Abstract
Purpose :
Corneal fibrosis can lead to opacity and may ultimately cause partial or complete vision loss. Currently, the only treatment for severe corneal fibrosis is corneal transplantation. Sphingolipids (SPLs) are known to be associated with fibrosis; we have recently demonstrated that SPLs are tightly related to both, TGF-β signaling and corneal fibrogenesis. The aim of this study was to further elucidate the role of SPL and TGF-β signaling interactions in corneal fibrosis using both in vitro and in vivo models.
Methods :
In vitro: Healthy human corneal fibroblasts (HCFs) were isolated and cultured on polycarbonate membranes and allowed to grow for 4 weeks stimulated with stable Vitamin C and in the presence of sphingosine-1-phosphate (S1P) or sphingosine kinase inhibitor 2 (SPHK I2) and cultures without treatment served as controls. The constructs were examined for the expression of SMAD signaling members (pSMAD2, pSMAD3, SMAD4, and SMAD7), MAPK members (ERK 1/2, JNK, and p38), tyrosine kinases (FAK and Src), and a matricelluar protein (CTGF). In vivo: Alkali burn was created using 0.5N NaOH soaked filter paper (2 mm) applied to the cornea of anesthetized mice for 20 seconds in Sphk1-/- (KK) and wild type (WW) mice. Corneas were harvested at 7 and 14 days post-injury and evaluated for the expression of SMAD signaling members. Cell lysates were examined using Western Blot analysis.
Results :
In vitro: Using 3D constructs stimulated with or without S1P, we began unravelling the downstream signaling mechanism. In agreement with our in vivo data, there was significant downregulation in pSMAD2, SMAD4, and SMAD7, but not in pSMAD3 expression, in constructs stimulated with S1P. We also observed significant downregulation of ERK 1/2, p38, CTGF, FAK, and SRC but found no expression of JNK in S1P treated constructs. In vivo: In Sphk1-/- (KK) mice, SMAD7 early (7 days), pSMAD2 and SMAD4 at later wound healing time points (14 days) were upregulated when compared to WW, indicating their critical role in the formation of fibrosis.
Conclusions :
Using in vitro and in vivo models we have identified key downstream interactions between SPLs and TGF- β signaling pathways.
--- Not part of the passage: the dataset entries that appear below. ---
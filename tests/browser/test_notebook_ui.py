"""The check pad, the 3D view and a recorded report, in JupyterLab in real Chromium."""

import json

import pytest

import chemcheck

from .conftest import code_cell, open_notebook, run_all_cells, save_notebook
from .png import colour_stats

pytestmark = pytest.mark.browser


def test_pad_renders_and_follows_typing(lab, page):
    lab.write_notebook(
        "pad.ipynb",
        [code_cell("import chemcheck\np = chemcheck.pad('CCCCN.CC(=O)Cl>>CCCCNC(C)=O')\np", cell_id="pad")],
    )
    open_notebook(page, lab, "pad.ipynb")
    run_all_cells(page)
    report = page.locator(".cc-pad .cc-report")
    report.first.wait_for(timeout=60_000)
    page.wait_for_selector('.cc-pad .cc-finding[data-rule="acid-scavenger-short"]', timeout=30_000)
    box = page.locator(".cc-pad-reaction input")
    box.fill("CCCCN.CC(=O)Cl>Et3N>CCCCNC(C)=O")
    page.wait_for_function(
        "() => document.querySelector('.cc-pad .cc-report') && "
        "!document.querySelector('.cc-pad .cc-finding[data-rule=\"acid-scavenger-short\"]') && "
        "document.querySelector('.cc-pad .cc-title').textContent.includes('Et3N')",
        timeout=30_000,
    )
    # bad input: the error shows inline and the text stays as typed
    box.fill("CCCCN.NCc1ccccc>>C")
    page.wait_for_selector(".cc-pad-status .cc-pad-error", timeout=30_000)
    assert "ring closure 1 not closed" in page.locator(".cc-pad-status").inner_text()
    assert box.input_value() == "CCCCN.NCc1ccccc>>C"
    assert page.page_errors == []


# an amide coupling of our own scenario, six components as a chemist writes them
SIX = "OC(=O)c1ccc(Cl)cc1.NCc1ccc(F)cc1>CCN(C(C)C)C(C)C.CN(C)C(On1nnc2cccnc21)=[N+](C)C.F[P-](F)(F)(F)(F)F.{solvent}>O=C(NCc1ccc(F)cc1)c1ccc(Cl)cc1"


def test_pad_keystroke_to_render_time_is_measured(lab, page):
    # a benchmark figure, not a timed assertion: each edit must render; the times are written
    # to tests/browser/artifacts/pad_timing.json for docs/performance.md
    import statistics
    import time
    from pathlib import Path

    from chemcheck.display.pad import DEBOUNCE_S

    first = SIX.format(solvent="CN(C)C=O")
    lab.write_notebook(
        "pad-timing.ipynb",
        [code_cell(f"import chemcheck\np = chemcheck.pad({first!r})\np", cell_id="padt")],
    )
    open_notebook(page, lab, "pad-timing.ipynb")
    run_all_cells(page)
    page.locator(".cc-pad .cc-report").first.wait_for(timeout=60_000)
    box = page.locator(".cc-pad-reaction input")
    times = []
    solvents = ["ClCCl", "CN(C)C=O", "C1CCOC1", "CC#N"]
    for k in range(16):
        solvent = solvents[(k + 1) % len(solvents)]
        text = SIX.format(solvent=solvent)
        t0 = time.perf_counter()
        box.fill(text)
        page.wait_for_function(
            "s => { const t = document.querySelector('.cc-pad .cc-title'); return t && t.textContent.includes(s); }",
            arg=solvent,
            timeout=30_000,
        )
        times.append((time.perf_counter() - t0) * 1000)
    times.sort()
    out = {
        "edits": len(times),
        "median_ms": round(statistics.median(times), 1),
        "p95_ms": round(times[int(0.95 * (len(times) - 1))], 1),
        "debounce_ms": round(1000 * DEBOUNCE_S),
    }
    artifacts = Path(__file__).resolve().parent / "artifacts"
    artifacts.mkdir(exist_ok=True)
    (artifacts / "pad_timing.json").write_text(json.dumps(out, indent=1))
    print("pad keystroke to render:", out)
    assert len(times) == 16 and page.page_errors == []


def test_3d_view_draws_pixels(lab, page):
    lab.write_notebook("three.ipynb", [code_cell("import chemcheck\nchemcheck.view3d('Nc1ccc(C(C)=O)cc1')")])
    open_notebook(page, lab, "three.ipynb")
    run_all_cells(page)
    canvas = page.wait_for_selector(".cc-mol3d-stage canvas", timeout=60_000)
    page.wait_for_timeout(1500)  # let WebGL finish its first frame
    shot = page.locator(".cc-mol3d-stage").screenshot()
    colours, drawn = colour_stats(shot)
    assert colours > 20 and drawn > 0.01, (colours, drawn)
    assert canvas.evaluate("c => c.width > 0 && c.height > 0")
    # the library came from the extension's own static folder, not a CDN
    srcs = page.evaluate("() => [...document.scripts].map(s => s.src).filter(s => s.includes('3Dmol'))")
    assert srcs and all("/lab/extensions/chemcheck-jupyterlab/static/" in s for s in srcs)


def test_3d_view_of_a_flagged_atom_has_a_legend(lab, page):
    lab.write_notebook(
        "three-flagged.ipynb",
        [code_cell("import chemcheck\nchemcheck.view3d(chemcheck.check('Nc1ccccc1.CC(=O)Cl>AlCl3>CC(=O)c1ccc(N)cc1'), 0)")],
    )
    open_notebook(page, lab, "three-flagged.ipynb")
    run_all_cells(page)
    page.wait_for_selector(".cc-mol3d-stage canvas", timeout=60_000)
    legend = page.wait_for_selector(".cc-mol3d-legend", timeout=30_000)
    assert legend.inner_text().strip() == "flagged atom (error)"
    swatch = page.evaluate("() => getComputedStyle(document.querySelector('.cc-mol3d-swatch')).backgroundColor")
    assert swatch == "rgb(255, 20, 147)"  # HIGHLIGHT_3D["error"], #ff1493
    # the frame fits the output: the canvas is as wide as its stage
    sizes = page.evaluate(
        "() => { const s = document.querySelector('.cc-mol3d-stage').getBoundingClientRect();"
        " const c = document.querySelector('.cc-mol3d-stage canvas').getBoundingClientRect();"
        " return [s.width, c.width, s.height, c.height]; }"
    )
    assert abs(sizes[0] - sizes[1]) <= 2 and abs(sizes[2] - sizes[3]) <= 2, sizes
    page.wait_for_timeout(1500)  # let WebGL finish its first frame
    from .test_report_renders import shot

    shot(page.locator(".cc-mol3d").first, "view-3d.png")


def test_recorded_report_renders_from_the_file_alone(lab, page):
    lab.write_notebook(
        "record.ipynb",
        [code_cell("import chemcheck\np = chemcheck.pad('CCCCN.CC(=O)Cl>>CCCCNC(C)=O')\np", cell_id="rec")],
    )
    open_notebook(page, lab, "record.ipynb")
    run_all_cells(page)
    page.wait_for_selector(".cc-pad .cc-report", timeout=60_000)
    page.locator(".cc-pad-record").click()
    # the record is an output of the cell, outside the widget
    page.wait_for_function(
        "() => [...document.querySelectorAll('.jp-OutputArea-output .cc-report')]"
        ".some(n => !n.closest('.cc-pad'))",
        timeout=30_000,
    )
    save_notebook(page)
    data = json.loads((lab.root / "record.ipynb").read_text())
    outputs = data["cells"][0]["outputs"]
    recorded = [o for o in outputs if chemcheck.MIME_TYPE in o.get("data", {})]
    assert recorded, "the recorded check is saved in the notebook file"
    assert recorded[0]["data"][chemcheck.MIME_TYPE]["input"]["reaction"] == "CCCCN.CC(=O)Cl>>CCCCNC(C)=O"
    # where no widget runs (a saved file, an export) the pad reads as a line, not a widget repr
    texts = ["".join(o.get("data", {}).get("text/plain", "")) for o in outputs]
    assert not any(t.startswith("VBox(") for t in texts), texts
    assert any(t.startswith("chemcheck pad for CCCCN.CC(=O)Cl") for t in texts), texts
    # reopen without running anything: the report renders from the file
    page.evaluate("window.jupyterapp.commands.execute('kernelmenu:shutdown')")
    page.reload()
    page.wait_for_selector(".jp-Notebook", timeout=60_000)
    page.wait_for_selector(".jp-OutputArea-output .cc-report", timeout=60_000)
    text = page.locator(".jp-OutputArea-output .cc-report").first.inner_text()
    assert "acid-scavenger-short" in text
These findings have revealed even more connections, further explaining how S1P and TGF- β3 together are able to regulate corneal wound healing. Further studies are necessary to validate S1P as a potential therapeutic agent/ target for corneal fibrosis.
This abstract was presented at the 2019 ARVO Annual Meeting, held in Vancouver, Canada, April 28 - May 2, 2019.